### HOW TO COMPLETE THIS TASK
Your task is to gather the lines below that hold the string "abort".

### DATA UNDER STUDY
package gibbs

import (
	"context"
	"errors"
	"fmt"
	"runtime"
	"sync"
	"sync/atomic"
	"time"

	"github.com/beliefd/beliefd/service/model"
	"github.com/beliefd/beliefd/service/sampling"
)

// Method is the method name reported in estimates.
const Method = "gibbs"

// Defaults and limits of Options.
const (
	DefaultChains        = 4
	MaxChains            = 1024
	DefaultSegmentSweeps = 256
	MaxSegmentSweeps     = 1 << 20
	// The default burn-in per chain is a tenth of the kept sweeps per
	// chain, but at least MinDefaultBurnIn and at most MaxDefaultBurnIn.
	MinDefaultBurnIn = 500
	MaxDefaultBurnIn = 50_000
	// DefaultProgressEvery is the progress interval when Progress is set
	// and ProgressEvery is zero.
	DefaultProgressEvery = time.Second
)

// Stored draws for the diagnostics: at most maxStore per target and chain,
// lowered so that all stored draws take at most storeBudget bytes, but
// never below minStore.
const (
	maxStore    = 1 << 16
	minStore    = 1 << 10
	storeBudget = 64 << 20
)

// ErrBadOptions is wrapped by errors about Options.
var ErrBadOptions = errors.New("bad gibbs options")

// Options shape a Gibbs run. The zero value runs 4 chains with default
// stopping rules.
type Options struct {
	// Seed fixes every random draw: the same seed, model, evidence, targets
	// and options give a bit-identical estimate whatever Workers is (unless
	// a timeout or cancellation ends the run).
	Seed uint64
	// Stop is the stopping rule. MaxSamples counts kept sweeps over all
	// chains; each chain keeps MaxSamples/Chains sweeps at most.
	Stop sampling.Stop
	// Chains is the number of independent chains (default 4).
	Chains int
	// BurnIn is the number of sweeps per chain discarded before keeping
	// any; 0 means the default: a tenth of the kept sweeps per chain,
	// clamped to [MinDefaultBurnIn, MaxDefaultBurnIn].
	BurnIn int64
	// SegmentSweeps is the length of the segments chains are cut into
	// (default 256). It fixes which random stream each sweep uses, so
	// changing it changes the draws.
	SegmentSweeps int
	// Workers is the number of goroutines running chains (0 = GOMAXPROCS).
	Workers int
	// Progress, when set, receives partial estimates every ProgressEvery
	// (default one second), between rounds.
	Progress      sampling.Progress
	ProgressEvery time.Duration

	// storeCap, when positive, replaces the cap on stored draws per target
	// and chain (tests use it to exercise thinning on short runs).
	storeCap int
}

type settings struct {
	chains, segment, workers int
	burnIn, keep             int64
	stop                     sampling.Stop
	progressEvery            time.Duration
}

func (o Options) settle() (settings, error) {
	bad := func(format string, a ...any) (settings, error) {
		return settings{}, fmt.Errorf("gibbs: %w: "+format, append([]any{ErrBadOptions}, a...)...)
	}
	s := settings{chains: o.Chains, segment: o.SegmentSweeps, workers: o.Workers, burnIn: o.BurnIn, progressEvery: o.ProgressEvery}
	switch {
	case o.Chains < 0 || o.Chains > MaxChains:
		return bad("chains = %d must be between 1 and %d", o.Chains, MaxChains)
	case o.SegmentSweeps < 0 || o.SegmentSweeps > MaxSegmentSweeps:
		return bad("segment_sweeps = %d must be between 1 and %d", o.SegmentSweeps, MaxSegmentSweeps)
	case o.Workers < 0:
		return bad("workers = %d must not be negative (0 uses every processor)", o.Workers)
	case o.BurnIn < 0 || o.BurnIn > sampling.HardMaxSamples:
		return bad("burn_in = %d must be between 1 and %d (0 for the default)", o.BurnIn, int64(sampling.HardMaxSamples))
	case o.ProgressEvery < 0:
		return bad("progress_every = %s must not be negative", o.ProgressEvery)
	}
	if s.chains == 0 {
		s.chains = DefaultChains
	}
	if s.segment == 0 {
		s.segment = DefaultSegmentSweeps
	}
	if s.workers == 0 {
		s.workers = runtime.GOMAXPROCS(0)
	}
	s.workers = min(s.workers, s.chains)
	if s.progressEvery == 0 {
		s.progressEvery = DefaultProgressEvery
	}
	stop, err := o.Stop.Normalize()
	if err != nil {
		return settings{}, fmt.Errorf("gibbs: %w", err)
	}
	s.stop = stop
	s.keep = stop.MaxSamples / int64(s.chains)
	if s.keep < 2*minHalf {
		return settings{}, fmt.Errorf("gibbs: %w: max_samples = %d leaves %d kept sweeps for each of %d chains; give at least %d (%d per chain) or fewer chains",
			sampling.ErrBadStop, stop.MaxSamples, s.keep, s.chains, 2*minHalf*int64(s.chains), 2*minHalf)
	}
	if s.burnIn == 0 {
		s.burnIn = min(max(s.keep/10, MinDefaultBurnIn), MaxDefaultBurnIn)
	}
	return s, nil
}

// Run estimates the posterior marginals of targets (variable indices) given
// the evidence (nil for none) by Gibbs sampling. See the package comment for
// the algorithm, the determinism guarantee and the diagnostics. Cancelling
// ctx ends the run with the estimate of the rounds completed so far and
// StopReason "cancelled", not an error. Errors: ErrBadOptions,
// sampling.ErrBadStop, model.ErrBadEvidence, ErrImpossibleEvidence and
// *ReducibleError (ErrReducible).
func Run(ctx context.Context, net *model.Network, ev *model.Evidence, targets []int, opt Options) (*sampling.Estimate, error) {
	began := time.Now()
	if ctx == nil {
		ctx = context.Background()
	}
	s, err := opt.settle()
	if err != nil {
		return nil, err
	}
	p, err := newPlan(net, ev, targets)
	if err != nil {
		return nil, err
	}
	freeTargets := 0
	for _, t := range p.targets {
		if p.hard[t] < 0 {
			freeTargets++
		}
	}
	storeCap := maxStore
	if freeTargets > 0 {
		per := storeBudget / (s.chains * freeTargets)
		if p.maxCard > 256 {
			per /= 2
		}
		storeCap = max(minStore, min(maxStore, per))
	}
	if opt.storeCap > 0 {
		storeCap = opt.storeCap
	}
	initCap := int(min(s.keep, int64(storeCap))) + s.segment + 1
	r := &runner{p: p, seed: opt.Seed, s: s, chains: make([]*chain, s.chains)}
	for c := range r.chains {
		ch := newChain(p, storeCap, initCap)
		ch.rng = sampling.NewStream(opt.Seed, uint64(c)) // segment 0 of chain c
		if err := ch.start(); err != nil {
			return nil, err
		}
		r.chains[c] = ch
	}
	if freeTargets == 0 {
		est := r.estimate()
		est.StopReason = sampling.ReasonExact
		est.Elapsed = time.Since(began)
		return est, nil
	}
	est := r.loop(ctx, began, opt.Progress)
	est.Elapsed = time.Since(began)
	return est, nil
}

type runner struct {
	p      *plan
	seed   uint64
	s      settings
	chains []*chain
}

const (
	whyCancelled = 1
	whyTimeout   = 2
)

// loop runs rounds until a stopping rule holds. Round j runs segment j of
// every chain; statistics are merged only at round boundaries.
func (r *runner) loop(ctx context.Context, began time.Time, progress sampling.Progress) *sampling.Estimate {
	s := r.s
	var abort atomic.Bool
	var why atomic.Int32
	raise := func(w int32) {
		why.CompareAndSwap(0, w)
		abort.Store(true)
	}
	done := make(chan struct{})
	defer close(done)
	go func() {
		var timeout <-chan time.Time
		if s.stop.Timeout > 0 {
			t := time.NewTimer(s.stop.Timeout - time.Since(began))
			defer t.Stop()
			timeout = t.C
		}
		select {
		case <-ctx.Done():
			raise(whyCancelled)
		case <-timeout:
			raise(whyTimeout)
		case <-done:
		}
	}()

	total := s.burnIn + s.keep // sweeps per chain
	seg := int64(s.segment)
	nc := len(r.chains)
	ok := make([]bool, nc)
	precision := s.stop.AbsErr > 0 || s.stop.RelErr > 0
	nextCheck := int64(2 * minHalf)
	lastProgress := time.Now()
	reason := ""
	var final *sampling.Estimate
	for round := int64(0); ; round++ {
		if ctx.Err() != nil {
			raise(whyCancelled)
		}
		if s.stop.Timeout > 0 && time.Since(began) >= s.stop.Timeout {
			raise(whyTimeout)
		}
		if abort.Load() {
			break
		}
		from := round * seg
		if from >= total {
			reason = sampling.ReasonMaxSamples
			break
		}
		to := min(from+seg, total)
		run := func(c int) {
			ch := r.chains[c]
			if round > 0 {
				ch.rng = sampling.NewStream(r.seed, uint64(round)*uint64(nc)+uint64(c))
			}
			ok[c] = ch.runSegment(from, to, s.burnIn, &abort)
		}
		if s.workers <= 1 {
			for c := 0; c < nc; c++ {
				run(c)
			}
		} else {
			var next atomic.Int64
			var wg sync.WaitGroup
			for w := 0; w < s.workers; w++ {
				wg.Add(1)
				go func() {
					defer wg.Done()
					for c := int(next.Add(1) - 1); c < nc; c = int(next.Add(1) - 1) {
						run(c)
					}
				}()
			}
			wg.Wait()
		}
		complete := true
		for _, o := range ok {
			complete = complete && o
		}
		if !complete {
			for _, ch := range r.chains {
				ch.rollback()
			}
			break
		}
		for _, ch := range r.chains {
			ch.commit()
		}
		kept := r.chains[0].kept
		if precision && kept >= nextCheck && kept < s.keep {
			est := r.estimate()
			if met := r.precisionMet(est); met != "" {
				reason, final = met, est
				break
			}
			nextCheck = kept + max(kept/8, 1)
		}
		if progress != nil && time.Since(lastProgress) >= s.progressEvery {
			est := r.estimate()
			est.Elapsed = time.Since(began)
			progress(est)
			lastProgress = time.Now()
		}
	}
	if reason == "" {
		switch why.Load() {
		case whyTimeout:
			reason = sampling.ReasonTimeout
		default:
			reason = sampling.ReasonCancelled
		}
	}
	if final == nil {
		final = r.estimate()
	}
	final.StopReason = reason
	return final
}

// precisionMet applies the precision rules to the intervals of the
// unobserved targets, but only once the diagnostics vouch for them: every
// such target with R-hat at most RHatLimit and bulk ESS at least ESSLimit.
func (r *runner) precisionMet(est *sampling.Estimate) string {
	var ivs []sampling.Interval
	for i, t := range r.p.targets {
		if r.p.hard[t] >= 0 {
			continue
		}
		if !(est.RHat[i] > 0 && est.RHat[i] <= RHatLimit && est.ESS[i] >= ESSLimit) {
			return ""
		}
		ivs = append(ivs, est.Marginals[i]...)
	}
	return r.s.stop.PrecisionMet(ivs)
}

### ANSWER SPACE
	var abort atomic.Bool
		abort.Store(true)
		if abort.Load() {
			ok[c] = ch.runSegment(from, to, s.burnIn, &abort)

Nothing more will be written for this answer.